Universal Coefficients Theorem For Homology - Tor map

Question

I'm trying to understand the Universal Coefficients Theorem for homology but I don't really get what the map $$ H_n(C; G) \to \mathrm{Tor}(H_{n-1}(C), G) $$ should be.

The construction should be the following: you take the short exact sequence $$ 0 \to Z_n \to C_n \xrightarrow{\partial} B_{n-1} \to 0 $$ which splits and hence exactness is preserved after tensoring with $G$: $$ 0 \to Z_n \otimes G \to C_n \otimes G \xrightarrow{\partial \otimes id} B_{n-1} \otimes G \to 0. $$

Hence, we can consider the long exact sequence in homology, which looks like $$ \dots \to Z_n \otimes G \to H_n(C; G) \xrightarrow{\phi} B_{n-1} \otimes G \to \dots $$ (here the outer chain complexes are endowed with the zero differentials).

What I don't understand is why $\phi$ is not the zero map. Every element of $H_n(C; G)$ is represented by an element of $\mathrm{ker}(\partial \otimes id)$, which is $Z_n \otimes G$ by exactness.

There is something weird going on with the tensor product but I can't get my head around it. I know this is a duplicate of a (really) old post but I don't think the answers there were satisfactory. Can anyone help me?

Answer 1

The homology classes in $H_n(C;G)$ are represented by elements of the kernel of $\partial\otimes id\colon C_n\otimes G\rightarrow C_{n-1}\otimes G$ (the differential of the chain complex $C_{\bullet}\otimes G$). The notational abuse is a detriment here, but this is not the same thing as the kernel of $\partial_B\otimes id\colon C_n\otimes G\rightarrow B_{n-1}\otimes G$ (I've put an index on this map to differentiate it from the other one). Why, you ask? Consider that we have a commutative triangle (I'm only drawing a square, because this site doesn't have proper support for drawing commtuative diagrams) $\require{AMScd}$ \begin{CD} C_n @>\partial_B>> B_{n-1}\\ @V\partial V V @VVV\\ C_{n-1} @= C_{n-1}. \end{CD} Tensoring this diagram with $G$, we obtain the diagram of interest \begin{CD} C_n\otimes G @>\partial_B\otimes id>> B_{n-1}\otimes G\\ @V\partial\otimes id V V @VVV\\ C_{n-1}\otimes G @= C_{n-1}\otimes G. \end{CD} The commutativity of this diagram implies that $\ker(\partial_B\otimes id)\subseteq\ker(\partial\otimes id)$, but the catch is that whilst $B_{n-1}\rightarrow C_{n-1}$ is an inclusion, tensoring with $G$ can destroy its injectivity and so $B_{n-1}\otimes G\rightarrow C_{n-1}\otimes G$ is not injective anymore in general, which makes the kernel of $\partial\otimes id$ larger. You are correct to observe that $\phi$ vanishes on $\ker(\partial_B\otimes id)$, so, in a sense, what the non-triviality of $\phi$ measures is precisely the failure of $-\otimes G$ to preserve the injectivity of $B_{n-1}\rightarrow C_{n-l}$.

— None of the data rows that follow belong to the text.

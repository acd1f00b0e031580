package beam

import (
	"soffit.example/bars"
	"soffit.example/beam/mechanics"
	"soffit.example/units"
)

// Trial is one complete arrangement put to the code: the problem and its
// bars, lying where they would lie.
type Trial struct {
	*Problem
	Stirrup bars.Size    // zero value: none
	Cover   units.Length // clear, to the stirrups, or to the bars if there are none
	Bottom  FaceSteel
	Top     FaceSteel
	Side    SideSteel // zero: no side-face bars
	Zones   []Zone
	ZoneBar []bars.Size // the stirrup size of each zone, in step with Zones
	Bent    []BentBars
	BentBar []bars.Size // the size of each of Bent

	// Record asks Judge for the working of each check.
	Record bool

	// Focus, if not zero, is the one zone (counted from one) that is in
	// doubt: the search knows that the others pass. A code may judge them
	// all the same.
	Focus int

	// Solver, Law and Ultimate are working space for the code's
	// flexure kernel, so that a search allocates once.
	Solver   mechanics.Solver
	Law      mechanics.Law
	Ultimate mechanics.Ultimate
	layers   []mechanics.Layer
	yields   []rowYield
}

// FaceSteel is the steel of one face, by coordinates.
type FaceSteel struct {
	Face Face
	Rows []RowSteel // by layer, nearest the face first; mixed sizes are rows of one layer
	Fit  bars.Fit   // every bar inside the stirrups by coordinates, with the gaps and spacings they leave
	// Flange are the bars in the flange beside the web, from left to right: X
	// is measured as in Fit, from the left side of the web, and may lie
	// outside it.
	Flange []FlangeBar
	Area   units.Area // catalogue areas, added as decimals
	// Centroid, Nearest and Farthest are distances from this face to the
	// centroid of all bars, to the centre of the nearest, and to the highest
	// layer of more than one bar, whose outer bars stand at the legs.
	Centroid, Nearest, Farthest units.Length
	Largest, Smallest           bars.Size
	Count                       int
	// InCompression says that the bars are relied on as compression steel
	// under the moment that presses on this face.
	InCompression bool
}

// FlangeBar is a bar in the flange beside the web.
type FlangeBar struct {
	Size bars.Size
	X, Y units.Length // Y from the face at which the bars lie
	Row  int          // counted from the web outward, from zero
}

// Beside is on which side of the web a bar of a flange lies, 0 the left and 1
// the right, and how far from it.
func (t *Trial) Beside(b *FlangeBar) (side int, out units.Length) {
	if width := t.Brief.Section.Width; !b.X.Less(width.Scale(0.5)) {
		return 1, b.X.Sub(width)
	}
	return 0, b.X.Neg()
}

// WithinSpread takes off layers, as Layers gives them for tension at a face,
// the bars that lie farther out in the flange than the code spreads tension
// steel. It works in place.
func (t *Trial) WithinSpread(face Face, layers []mechanics.Layer) []mechanics.Layer {
	f := t.Steel(face)
	if len(f.Flange) == 0 {
		return layers
	}
	beyond := t.Code.Spread(t.Problem, face).Sub(t.Brief.Section.Width).Scale(0.5)
	left, right := t.Brief.Section.Overhangs(face)
	ends := [2]units.Length{beyond.Min(left), beyond.Min(right)}
	kept, row := 0, 0 // row of the flange
	for i := range layers {
		l := layers[i]
		if i < len(f.Rows) && f.Rows[i].Flange {
			within, all := t.rowWithin(f, row, ends)
			row++
			if within == 0 {
				continue
			}
			if within < all {
				l.Area = l.Area.Scale(float64(within) / float64(all))
			}
		}
		layers[kept] = l
		kept++
	}
	return layers[:kept]
}

// rowWithin is how many bars of a flange row, counted from the web, lie within
// two distances from the web, and how many there are.
func (t *Trial) rowWithin(f *FaceSteel, row int, ends [2]units.Length) (within, all int) {
	for i := range f.Flange {
		b := &f.Flange[i]
		if b.Row != row {
			continue
		}
		all++
		if side, out := t.Beside(b); out.AtMost(ends[side]) {
			within++
		}
	}
	return within, all
}

// SideSteel is distributed steel along both side faces: Each bars a side at
// Spacing, the first one spacing from the Farthest of TensionFace.
type SideSteel struct {
	Size        bars.Size
	Each        int
	Spacing     units.Length
	Yield       units.Stress
	TensionFace Face
}

// RowSteel is one group of like bars with its depth resolved.
type RowSteel struct {
	Size   bars.Size
	Count  int
	Layer  int
	Height units.Length // of the bars' centres from their face
	Area   units.Area
	Yield  units.Stress
	Flange bool // beside the web
}

// Highest is the distance from the face to the centre of the bar farthest from
// it.
func (f *FaceSteel) Highest() (y units.Length) {
	for i := range f.Rows {
		y = y.Max(f.Rows[i].Height)
	}
	return y
}

// Steel is the steel of a face.
func (t *Trial) Steel(f Face) *FaceSteel {
	if f == Top {
		return &t.Top
	}
	return &t.Bottom
}

// EffectiveDepth is the depth of the centroid of all bars on the tension
// face of a sense of bending, from the opposite face; zero without bars.
func (t *Trial) EffectiveDepth(s Sense) units.Length {
	f := t.Steel(s.TensionFace())
	if f.Count == 0 {
		return units.Length{}
	}
	return t.Brief.Section.Depth.Sub(f.Centroid)
}

// ExtremeDepth is the depth of the bars nearest the tension face.
func (t *Trial) ExtremeDepth(s Sense) units.Length {
	f := t.Steel(s.TensionFace())
	if f.Count == 0 {
		return units.Length{}
	}
	return t.Brief.Section.Depth.Sub(f.Nearest)
}

// Layers gives the trial's longitudinal steel to the flexure kernel, each row
// with its own yield strength: the tension face of sense s, the other face if
// it is relied on in compression, but for the bars in a flange, which no
// stirrup ties, and the side bars where the brief counts them. The slice is
// reused by the next call.
func (t *Trial) Layers(s Sense, modulus units.Stress) []mechanics.Layer {
	t.layers = t.layers[:0]
	for _, face := range [2]Face{s.TensionFace(), s.TensionFace().Opposite()} {
		f := t.Steel(face)
		if face != s.TensionFace() && !f.InCompression {
			continue
		}
		for i := range f.Rows {
			r := &f.Rows[i]
			if r.Flange && face != s.TensionFace() {
				continue
			}
			depth := r.Height
			if face == Bottom {
				depth = t.Brief.Section.Depth.Sub(depth)
			}
			t.layers = append(t.layers, mechanics.Layer{Depth: depth, Area: r.Area, Steel: mechanics.Steel{Modulus: modulus, Yield: r.Yield}})
		}
	}
	if t.Brief.Readings.CountSideBars && !t.Twisted {
		steel := mechanics.Steel{Modulus: modulus, Yield: t.Side.Yield}
		for i := range t.Side.Each {
			t.layers = append(t.layers, mechanics.Layer{Depth: t.sideDepth(i), Area: t.Side.Size.Area.Scale(2), Steel: steel})
		}
	}
	return t.layers
}

// sideDepth is the depth of the i-th pair of side bars, from the top face.
func (t *Trial) sideDepth(i int) units.Length {
	s := &t.Side
	from := t.Steel(s.TensionFace).Farthest.Add(s.Spacing.Scale(float64(i + 1)))
	if s.TensionFace == Top {
		return from
	}
	return t.Brief.Section.Depth.Sub(from)
}

// rowYield is the yield strength of bars that are not of the brief's own.
type rowYield struct {
	face  Face
	layer int
	bar   string
	yield units.Stress
}

// yieldOf is the yield strength of the bars of a size in a layer.
func (t *Trial) yieldOf(face Face, layer int, bar string) units.Stress {
	for i := range t.yields {
		if y := &t.yields[i]; y.face == face && y.layer == layer && y.bar == bar {
			return y.yield
		}
	}
	return t.Brief.Reinforcement.Yield
}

To see an explicit example, consider the chain complex $$\dotsc\rightarrow0\rightarrow\mathbb{Z}\stackrel{2\cdot}{\rightarrow}\mathbb{Z}\rightarrow0\rightarrow\dotsc.$$ Here, the non-trivial terms are in degree $1$ and $0$. The inclusion $B_0\rightarrow C_0$ then is the inclusion $2\mathbb{Z}\rightarrow\mathbb{Z}$. If you tensor with $G=\mathbb{Z}/2\mathbb{Z}$, you obtain the zero map $\mathbb{Z}/2\mathbb{Z}\rightarrow\mathbb{Z}/2\mathbb{Z}$, which is not injective. In fact, $\phi$ in this case is an isomorphism $H_1(C;\mathbb{Z}/2\mathbb{Z})\rightarrow\mathbb{Z}\otimes\mathbb{Z}/2\mathbb{Z}\cong\mathbb{Z}/2\mathbb{Z}$.